Exporter fails when some OSDs not online (luminous)

Question

Exporter fails when some OSDs not online (luminous)

goebi opened this issue 6 years ago · comments

The ceph_exporter from the luminous-2.0.0. branch fails when some OSDs not online. It seems there are duplicates values. Ceph Release is 12.2.7. We using the official docker container with luminous-2.0.0 tag...

An error has occurred during metrics gathering:

4 error(s) occurred:

collected metric ceph_osd_down label:<name:"cluster" value:"ceph" > label:<name:"osd" value:"osd.40" > label:<name:"status" value:"down" > gauge:<value:1 > was collected before with the same name and label values
collected metric ceph_osd_down label:<name:"cluster" value:"ceph" > label:<name:"osd" value:"osd.35" > label:<name:"status" value:"down" > gauge:<value:1 > was collected before with the same name and label values
collected metric ceph_osd_down label:<name:"cluster" value:"ceph" > label:<name:"osd" value:"osd.36" > label:<name:"status" value:"down" > gauge:<value:1 > was collected before with the same name and label values
collected metric ceph_osd_down label:<name:"cluster" value:"ceph" > label:<name:"osd" value:"osd.41" > label:<name:"status" value:"down" > gauge:<value:1 > was collected before with the same name and label values

When all OSDs online, everything work as expected.

Christian Berendt · Answer 1 · Mon Sep 17 2018 16:21:27 GMT+0800 (China Standard Time)

Any news here? This issue is a blocker because the luminous-2.0.0 tag is not usable at the moment because of this issue.

Vaibhav Bhembre · Answer 2 · Thu Sep 20 2018 06:11:39 GMT+0800 (China Standard Time)

Hi, would it be possible to share the output of ceph osd tree down -f json-pretty on your cluster? I have a hunch that OSDs in nodes and stray arrays might have overlapped.

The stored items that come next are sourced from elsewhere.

/**
 * "Who may do what" (promises P12, P14): every operation of the OpenAPI document is tried signed out, as each role in
 * its own group, and as each role that may use it on records of another group. The statuses stand in
 * `access-matrix.txt`: a change of rights is a change of that file, made with `npx vitest --project api -u` and looked
 * at before it is kept.
 */
import { afterAll, beforeAll, describe, expect, it } from 'vitest'
import { ROLES, type Role } from '#shared/contracts/roles.ts'
import { allRows } from '../../support/all-rows.ts'
import { givenRecords, idsOfNothing } from '../../support/group-records.ts'
import {
  isCreation,
  readOperations,
  tryOperation,
  type Answer,
  type Ids,
  type Operation,
} from '../../support/operations.ts'
import { givenItem } from '../../support/registry.ts'
import { startTestApp, type TestApp, type TestGroup, type TestMember } from '../../support/test-app.ts'

let app: TestApp
let group: TestGroup
let other: TestGroup
let operations: Operation[]
let own: Ids
let foreign: Ids

beforeAll(async () => {
  app = await startTestApp()
  operations = await readOperations(app)
  group = await app.givenGroup('Ridge Group')
  own = await recordsOf(group)
  other = await app.givenGroup('Valley Group')
  foreign = await recordsOf(other, 1)
}, 120_000)
afterAll(() => app.close())

/** Tags are counted in each group: with `itemsBefore` the other group's item has a tag that ours has not. */
async function recordsOf(of: TestGroup, itemsBefore = 0): Promise<Ids> {
  const by = await app.givenMember(of, { roles: ROLES })
  for (let n = 0; n < itemsBefore; n += 1) await givenItem(by, 'radio')
  return givenRecords(app, { operations, by })
}

const readers = new Map<Role, Promise<TestMember>>()

/** A member of their own for each try at a change: some operations end the session. */
function memberFor(role: Role, { method }: Operation): Promise<TestMember> {
  const known = method === 'GET' ? readers.get(role) : undefined
  const member = known ?? app.givenMember(group, { roles: [role] })
  if (method === 'GET') readers.set(role, member)
  return member
}

async function as(role: Role, operation: Operation, ids: Ids): Promise<Answer> {
  const { cookie } = await memberFor(role, operation)
  return tryOperation(app, operation, { cookie, ids })
}

/** Reads see real records; writes go to none, so that the records stay as they are. */
const idsFor = (operation: Operation) => (operation.method === 'GET' ? own : idsOfNothing())

const allows = ({ access }: Operation, role: Role) => access.roles?.includes(role) ?? false

/** 403 exactly where the rule does not name the role. */
async function statusFor(role: Role, operation: Operation): Promise<number> {
  const { status } = await as(role, operation, idsFor(operation))
  if (operation.access.scope !== 'public')
    expect([operation.name, role, status !== 403]).toEqual([operation.name, role, allows(operation, role)])
  return status
}

const pad = (cells: readonly (string | number)[]) =>
  cells.map((cell, index) => String(cell).padEnd(index === 0 ? 72 : 16)).join(' ')

describe('access', () => {
  it('is as the snapshot says, for every operation and role', { timeout: 300_000 }, async () => {
    const lines = [pad(['operation', 'signed out', ...ROLES]).trimEnd()]
    for (const operation of operations) {
      await app.ctx.db.query('DELETE FROM rate_limit')
      const cells: (string | number)[] = [`${operation.method} ${operation.path}`]
      cells.push((await tryOperation(app, operation, { ids: idsFor(operation) })).status)
      for (const role of ROLES) cells.push(await statusFor(role, operation))
      lines.push(pad(cells).trimEnd())
    }
    await expect(`${lines.join('\n')}\n`).toMatchFileSnapshot('access-matrix.txt')
  })

  it('is refused before anything else about the request is looked at', async () => {
    for (const operation of operations.filter(({ access }) => access.scope !== 'public')) {
      const garbled = {
        ...operation,
        path: operation.path.replace(/\{\w+\}/g, 'x'),
        body: undefined,
        versioned: false,
      }
      expect([operation.name, (await tryOperation(app, garbled, { ids: own })).status]).toEqual([
        operation.name,
        401,
      ])
    }
  })
})

describe('a record of another group', () => {
  it('is answered for as one that does not exist, and stays as it is', { timeout: 300_000 }, async () => {
    const before = await allRows(app, other.id)
    for (const operation of operations.filter(
      ({ params, access }) => params.length > 0 && access.scope !== 'public',
    )) {
      for (const role of ROLES.filter((each) => allows(operation, each))) {
        const nothing = await as(role, operation, idsOfNothing())
        const answer = await as(role, operation, foreign)
        const answers = { operation: operation.name, role, ...answer }
        // A creation under an id that is in use is refused, whoever uses it; under a free one it may be made.
        if (isCreation(operation)) expect(answers.status).toBeGreaterThanOrEqual(400)
        else expect(answers).toEqual({ operation: operation.name, role, ...nothing })
      }
    }
    expect(await allRows(app, other.id)).toEqual(before)
  })
})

localhost · Answer 3 · Thu Dec 20 2018 15:40:17 GMT+0800 (China Standard Time)

We have more than 30 clusters. so only use one。。。。。。 It seems there are duplicates values.

collected metric ceph_osd_down label:<name:"cluster" value:"xxxx-region-1" > label:<name:"osd" value:"osd.56" > label:<name:"status" value:"up" > gauge:<value:1 > was collected before with the same name and label values
collected metric ceph_osd_down label:<name:"cluster" value:"xxxx-region-1" > label:<name:"osd" value:"osd.169" > label:<name:"status" value:"up" > gauge:<value:1 > was collected before with the same name and label values
collected metric ceph_osd_down label:<name:"cluster" value:"xxxx-region-1" > label:<name:"osd" value:"osd.45" > label:<name:"status" value:"up" > gauge:<value:1 > was collected before with the same name and label values
collected metric ceph_osd_down label:<name:"cluster" value:"xxxx-region-1" > label:<name:"osd" value:"osd.158" > label:<name:"status" value:"up" > gauge:<value:1 > was collected before with the same name and label values
collected metric ceph_osd_down label:<name:"cluster" value:"xxxx-region-1" > label:<name:"osd" value:"osd.49" > label:<name:"status" value:"up" > gauge:<value:1 > was collected before with the same name and label values

localhost · Answer 4 · Thu Dec 20 2018 15:41:43 GMT+0800 (China Standard Time)

Hi, would it be possible to share the output of ceph osd tree down -f json-pretty on your cluster? I have a hunch that OSDs in nodes and stray arrays might have overlapped.

How do I resolve this problem?

cause use command "ceph osd crush link xxxx"

Kyle · Answer 5 · Thu Mar 24 2022 02:37:04 GMT+0800 (China Standard Time)

Hi, this shouldn't be an issue anymore with our latest nautilus based release. Please re-open if you experience this again.